Dışişleri Bakanı, Türk hükümetiyle ilişkilerin normalleşmesi için gereken şartların başında söz konusu Almanların serbest bırakılması olduğunu açıkça ima etmekten geri durmadı. Bu sözler rehinler üzerinden yine kirli pazarlıkların yapılacağı sinyalini verirken, Erdoğan iktidarının 7 Alman vatandaşı serbest bırakılması karşılığında Berlin yönetiminden isteyeceği merak konusu.

Seçeneklerin başında Alman devletinin ülkesinde yaşayan Kürtlere yönelik baskılarını artırması, Kürt özgürlük hareketine yönelik uyguladığı kriminalize etme siyasetini güçlendirmesi bulunuyor. Bir başka ihtimal ise Erdoğan’ın 28-29 Eylül tarihlerinde Almanya’ya yapacağı ziyarette yandaşlarıyla buluşmasına ve şov yapmasına izin verilmesini istemesi.

Her iki seçeneğin de Maas’ın sosyal demokrat ve hukukçu kimliğine zarar vereceği kesin. SPD’nin daha önceki liderleri Gerhard Schröder ve Sigmar Gabriel’den farklı bir siyasi çizgisi bulunduğunu ima eden Maas’ın Erdoğan ile hukukla bağdaşmayacak şekilde pazarlık masasına oturmasının siyasi kariyerinde bir leke olarak yer alacağı yorumları yapılıyor.

ALMANYA’YA YÖNELİK ÖZEL REHİNE SİYASETİ!

Son olarak geçtiğimiz Ağustos ayında Etkin Haber Ajansı (ETHA) için muhabir ve çevirmen olarak çalışan Alman vatandaşı Meşale Tolu’ya uygulanan yurt dışına çıkma yasağı kaldırılmıştı. O dönem Dışişleri Bakanı Maas, Tolu'nun yurt dışına çıkış yasağının kaldırılması kararını Ankara ile ilişkilerin düzelmesinin bir işareti biçiminde yorumlamıştı.

Maas "7 Alman vatandaşının hala cezaevinde olması bizim için kabul edilemez bir durum” diye çıkışta bulunmasına rağmen Merkel’in başbakanlığındaki federal hükümetin, bu rehinler için şimdiye kadar yaptığı girişimler sonuçsuz kalmıştı.

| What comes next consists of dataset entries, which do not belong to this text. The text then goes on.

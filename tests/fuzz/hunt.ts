// Bug hunt: many more mutated inputs than the test runs, reporting every distinct failure.
// Run: npx tsx tests/fuzz/hunt.ts <seed> <runs per source> [--cli N] [--odd-but-valid] [--text] [--show-unstable]
// --text adds damage to the YAML text itself after the mutations: a deleted, doubled or inserted
// character, a line moved, an indent changed.
import fc from 'fast-check';
import { mutationsArb, oddButValidMutationsArb } from './mutate.ts';
import { FUZZ_SOURCES, mutatedText } from './sources.ts';
import { runCliCase, runLibrary } from './run-case.ts';

const seed = Number(process.argv[2] ?? 1);
const runs = Number(process.argv[3] ?? 100);
const cliAt = process.argv.indexOf('--cli');
const cliRuns = cliAt > 0 ? Number(process.argv[cliAt + 1]) : 0;
const counts: Record<string, number> = {};
const failures = new Map<string, string>();
for (const [si, source] of FUZZ_SOURCES.entries()) {
  const arb = process.argv.includes('--odd-but-valid') ? oddButValidMutationsArb : mutationsArb;
  const cases = fc.sample(arb, { seed: seed * 101 + si, numRuns: runs });
  for (const [ci, muts] of cases.entries()) {
    const mutated = mutatedText(source, muts);
    const { text, done } = process.argv.includes('--text') ? damageText(mutated.text, mutated.done, seed * 7919 + si * 131 + ci) : mutated;
    const o = ci < cliRuns ? await runCliCase(text, source.name) : runLibrary(text, source.name);
    counts[o.kind] = (counts[o.kind] ?? 0) + 1;
    if (o.kind === 'unstable' && process.argv.includes('--show-unstable')) console.log(`UNSTABLE ${source.name} [${done.join(' | ')}]\n  ${o.message.split('\n')[0]}`);
    if (o.kind === 'failure') {
      const key = o.reason.split('\n')[0]!.replace(/[-\d.e]+/g, '#').slice(0, 160);
      if (!failures.has(key)) failures.set(key, `${source.name} [${done.join(' | ')}]\n  ${o.reason.replace(/\n/g, '\n  ')}`);
    }
  }
}
console.log(JSON.stringify(counts));
for (const f of failures.values()) console.log(`FAIL ${f}\n`);

/** Deterministic damage to the text: the kind of slip an editor makes. */
function damageText(text: string, done: string[], n: number): { text: string; done: string[] } {
  const at = (n * 2654435761) % Math.max(1, text.length);
  const lines = text.split('\n');
  const line = n % lines.length;
  const chars = [' ', '\t', ':', '-', '"', "'", '[', '{', '#', '&', '*', '!', '|', '>', '%', '@', '`', '\u00a0', '\r', '0'];
  switch (n % 5) {
    case 0: return { text: text.slice(0, at) + text.slice(at + 1), done: [...done, `text: delete at ${at}`] };
    case 1: return { text: text.slice(0, at) + text[at] + text.slice(at), done: [...done, `text: double at ${at}`] };
    case 2: return { text: text.slice(0, at) + chars[n % chars.length] + text.slice(at), done: [...done, `text: insert ${JSON.stringify(chars[n % chars.length])} at ${at}`] };
    case 3: { const [l] = lines.splice(line, 1); lines.splice((line * 7) % Math.max(1, lines.length), 0, l!); return { text: lines.join('\n'), done: [...done, `text: move line ${line + 1}`] }; }
    default: lines[line] = (n % 2 ? ' ' : '') + lines[line]!.replace(/^ /, n % 2 ? '  ' : ''); return { text: lines.join('\n'), done: [...done, `text: indent line ${line + 1}`] };
  }
}
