// `polebook build` on every bundled example, through the compiled command (as a user runs it):
// the PDF's text (extracted by poppler's pdftotext, an outside tool) holds the caution, the
// structure id and "page N of M" on every page; two builds give the same bytes.
import { describe, expect, it, beforeAll } from 'vitest';
import { execFileSync, spawnSync } from 'node:child_process';
import { existsSync, mkdtempSync, readdirSync, readFileSync } from 'node:fs';
import { join } from 'node:path';
import { tmpdir } from 'node:os';
import { parse } from 'yaml';

const ROOT = join(import.meta.dirname, '../..');
const BIN = join(ROOT, 'dist/src/cli/main.js');
const EXAMPLES = readdirSync(join(ROOT, 'examples')).filter((f) => /\.ya?ml$/.test(f)).sort();

function build(example: string, out: string, env: Record<string, string> = {}) {
  return spawnSync(process.execPath, [BIN, 'build', join(ROOT, 'examples', example), '--out', out, '--json'], {
    encoding: 'utf8',
    env: { ...process.env, NO_COLOR: '1', ...env },
  });
}

function pdfPages(pdf: string): string[] {
  const text = execFileSync('pdftotext', ['-layout', pdf, '-'], { encoding: 'utf8' });
  return text.split('\f').filter((p) => p.trim() !== '');
}

function pageCount(pdf: string): number {
  const info = execFileSync('pdfinfo', [pdf], { encoding: 'utf8' });
  return Number(/Pages:\s+(\d+)/.exec(info)![1]);
}

beforeAll(() => {
  if (!existsSync(BIN)) throw new Error('dist/ is missing: run `npm run build` (npm test does it) before the tests');
});

describe.each(EXAMPLES)('polebook build examples/%s', (example) => {
  const stem = example.replace(/\.ya?ml$/, '');
  const structureId = String((parse(readFileSync(join(ROOT, 'examples', example), 'utf8')) as { project: { structureId: string } }).project.structureId);
  let out = '';

  beforeAll(() => {
    out = mkdtempSync(join(tmpdir(), `polebook-${stem}-`));
    const run = build(example, out);
    expect(run.stderr).not.toMatch(/error/i);
    expect(run.status).toBeLessThanOrEqual(1); // 1 would be a failing design check, still a package
  });

  it('writes the PDF and the JSON results', () => {
    expect(readdirSync(out).sort()).toEqual([`${stem}.pdf`, `${stem}.results.json`]);
    const json = JSON.parse(readFileSync(join(out, `${stem}.results.json`), 'utf8')) as { format: string; input: { structureId: string } };
    expect(json.format).toBe('polebook-results');
    expect(json.input.structureId).toBe(structureId);
  });

  it('carries the caution, and the structure id and "page N of M" on every page', () => {
    const pdf = join(out, `${stem}.pdf`);
    const pages = pdfPages(pdf);
    const m = pageCount(pdf);
    expect(pages.length).toBe(m);
    const all = pages.join('\n').replace(/\s+/g, ' ');
    expect(all).toMatch(/draft for review/i);
    expect(all).toMatch(/licensed professional engineer/i);
    expect(all).toMatch(/governing (design )?code/i);
    pages.forEach((page, k) => {
      expect(page, `page ${k + 1}`).toContain(structureId);
      expect(page, `page ${k + 1}`).toContain(`page ${k + 1} of ${m}`);
    });
  });

  it('keeps every word inside the page margins (nothing cut off at the right edge)', () => {
    // Word boxes from poppler's pdftotext -bbox; the layout leaves 56 pt margins left and right.
    const pdf = join(out, `${stem}.pdf`);
    const html = execFileSync('pdftotext', ['-bbox', pdf, '-'], { encoding: 'utf8', maxBuffer: 64 * 1024 * 1024 });
    const pages = html.split('<page ').slice(1);
    const outside: string[] = [];
    pages.forEach((page, k) => {
      const width = Number(/width="([\d.]+)"/.exec(page)![1]);
      for (const m of page.matchAll(/<word xMin="([\d.]+)" yMin="[\d.]+" xMax="([\d.]+)" yMax="[\d.]+">([^<]*)<\/word>/g)) {
        if (Number(m[1]) < 56 - 2 || Number(m[2]) > width - 56 + 2) outside.push(`page ${k + 1}: '${m[3]}' at x ${m[1]}..${m[2]} of ${width}`);
      }
    });
    expect(outside).toEqual([]);
  });

  it('gives the same bytes on a second build, in another time zone and locale', () => {
    const again = mkdtempSync(join(tmpdir(), `polebook-${stem}-again-`));
    build(example, again, { TZ: 'Pacific/Chatham', LANG: 'de_DE.UTF-8', LC_ALL: 'de_DE.UTF-8' });
    expect(readFileSync(join(again, `${stem}.pdf`)).equals(readFileSync(join(out, `${stem}.pdf`)))).toBe(true);
    expect(readFileSync(join(again, `${stem}.results.json`), 'utf8')).toBe(readFileSync(join(out, `${stem}.results.json`), 'utf8'));
  });
});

Alman Dışişleri Bakanlığı’nın verdiği bilgilere siyasi amaçlı suçlamalardan dolayı Türkiye’de şu anda 7 Alman vatandaşı cezaevinde. Ancak bu sayının daha fazla olduğu yönünde görüşler dile getiriliyor. Çünkü çoğu zaman Türk makamları gözaltına alınan Alman vatandaşları hakkındaki bilgileri çok geç Alman Dışişleri Bakanları’na bildiriyorlar.

Türkiye’de tutuklu Alman vatandaşlarının çoğunun sosyal medya sitelerinde Erdoğan rejimini eleştirdiği veya Almanya’daki siyasi faaliyetlerini sürdürürken MİT ajanlarına takibine takıldıkları için tutuklandıkları belirtiliyor. Ancak hiçbiri hakkında şu ana kadar bir iddianame hazırlanmış değil.

2017 yılında Erdoğan rejimi Berlin’e karşı rehine siyasetine devreye sokmuş ve birçok taviz koparmıştı. Die Welt gazetesinin Türkiye muhabiri Deniz Yücel, dönemin dışişleri bakanı Gabriel’in Erdoğan rejimiyle yaptığı kirli pazarlıklar sonucu özgürlüğüne kavuşmuştu. Gabriel’den önce eski başbakanlardan Schröder devreye girmiş ve Merkel hükümetinin görevlendirilmesiyle İstanbul’da Erdoğan ile bir araya gelmişti.